からかい声。笑い声。馬鹿にしている。挑発している。見くだしている。
多数対少数。おそらく複数でひとりだ。全員女の子のようだが、いじめられている子までは姿を見ないとわからなかった。
僕たちが横に通り過ぎようとしていた細い路地からだ。そこにも生活排水用の小川が通されている。

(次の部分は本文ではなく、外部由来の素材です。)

package langid

import (
	"fmt"
	"math"
	"sort"
	"strings"
	"sync"
	"unicode"
	"unicode/utf8"

	"github.com/pemistahl/lingua-go"
	"golang.org/x/text/unicode/norm"
)

// Tuning constants.
const (
	// DefaultWindows is how many samples of a long document are scored:
	// its start, middle and end.
	DefaultWindows = 3
	// DefaultWindowChars is the length of one sample in characters: long
	// enough that lingua's trigram model is ~100% accurate on it (UDHR
	// paragraphs of 100+ characters are), short enough to keep the cost
	// per document bounded whatever its length.
	DefaultWindowChars = 500
	// DefaultMaxWindows is how many samples a long document may get when
	// the first ones disagree (a page mixing languages).
	DefaultMaxWindows = 9
	// MaxWindows and MaxWindowChars bound the sampling knobs.
	MaxWindows     = 64
	MaxWindowChars = 20000
	// agreeShare: more samples are taken while the leading language holds
	// less than this share of the sampled text (two of three is not
	// enough, three of four is).
	agreeShare = 0.7

	// ambiguityNats: a sample whose two best languages are closer than
	// this in summed log-probability (a likelihood ratio below e^8 ≈ 3000)
	// is decided by lingua itself, with its rule filters, instead of by the
	// packed tables alone.
	ambiguityNats = 8.0
	// longAmbiguityNats: on a sample of shortSampleLetters or more,
	// lingua scores the very trigrams the packed tables do, so only its
	// rule filters can change the outcome; such a sample goes to lingua
	// only when its two best languages are closer than this (a likelihood
	// ratio below e^2 ≈ 7). With every language a candidate, calling
	// lingua at 8 nats there cost 80% of the time.
	longAmbiguityNats = 2.0
	// kanaMinShare: Han text is Japanese when at least this share of its
	// CJK letters are kana. Japanese prose runs at 30-60% kana (UDHR
	// paragraphs: see TestLangKanaShare), Chinese at ~0%.
	kanaMinShare = 0.10
	// cjkLetterWeight: a Han, kana or Hangul letter carries about as
	// much text as three Latin letters, so it counts three times when
	// the scripts of a page are weighed (its majority script decides) and
	// in ScriptShare. The UDHR holds 3.5 times as many letters in English
	// as in Chinese, 2.3 times as many as in Japanese and 2.6 times as
	// many as in Korean (TestLangCJKLetterWeight); 3 is also the UTF-8
	// length of these letters, so the weighing is by bytes of text.
	cjkLetterWeight = 3
	// shortSampleLetters: lingua scores a text of fewer letters than this
	// with its 1- to 5-gram models in high-accuracy mode (trigrams alone
	// otherwise), so close calls on such samples go to that mode.
	shortSampleLetters = 120
	// highAccuracyMinLetters: below this many letters even lingua's
	// high-accuracy mode is a guess (and the langid stage drops such text
	// as no_language by default), so its models are not loaded for it.
	highAccuracyMinLetters = 30
	// minBigramLetters: a sample without any trigram is scored on its
	// bigrams from this many word letters on (about three Devanagari
	// words; a stray letter or two names nothing).
	minBigramLetters = 10
	// linguaPrecision: lingua's confidence values are used to 1e-9.
	linguaPrecision = 1e9
	// snapBytes is how far a sample boundary moves to reach a space, so
	// samples do not start or end inside a word.
	snapBytes = 32
)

道前に電信柱が立ち、道全体が微妙にうねっていて外からだと覗かない限り道の中間が見づらかった。
子どもたちはここが外からの邪魔が入りにくいのだとわかっているのだ。意思を持って悪意をぶつけている。
姿が見えづらく、声だけしか聞こえなくとも、加害している空気が道から伝わってくる。
嫌で、耳障りな笑い声だ。聞いているこっちの足が竦みそうになる。
僕のよく知る空気があそこから漂っていた。
「――――トモ、ちょっとごめんね」
「有子!」
止める声はすでに遅かった。
早足で、怒る背中で、彼女は路地に踏み込んでいた。綺麗な赤い傘が有子の手から小川に落ちても、もう彼女は止まらない。
そうだ。有子はそういう人間だった。
彼女の眩しい背中があった。
傘を差してランドセルを背負う女の子たちの隙間から、一人だけランドセルのない女の子がいた。傘もない。その女の子のものと思われるランドセルと傘は、小川に流れているところだ。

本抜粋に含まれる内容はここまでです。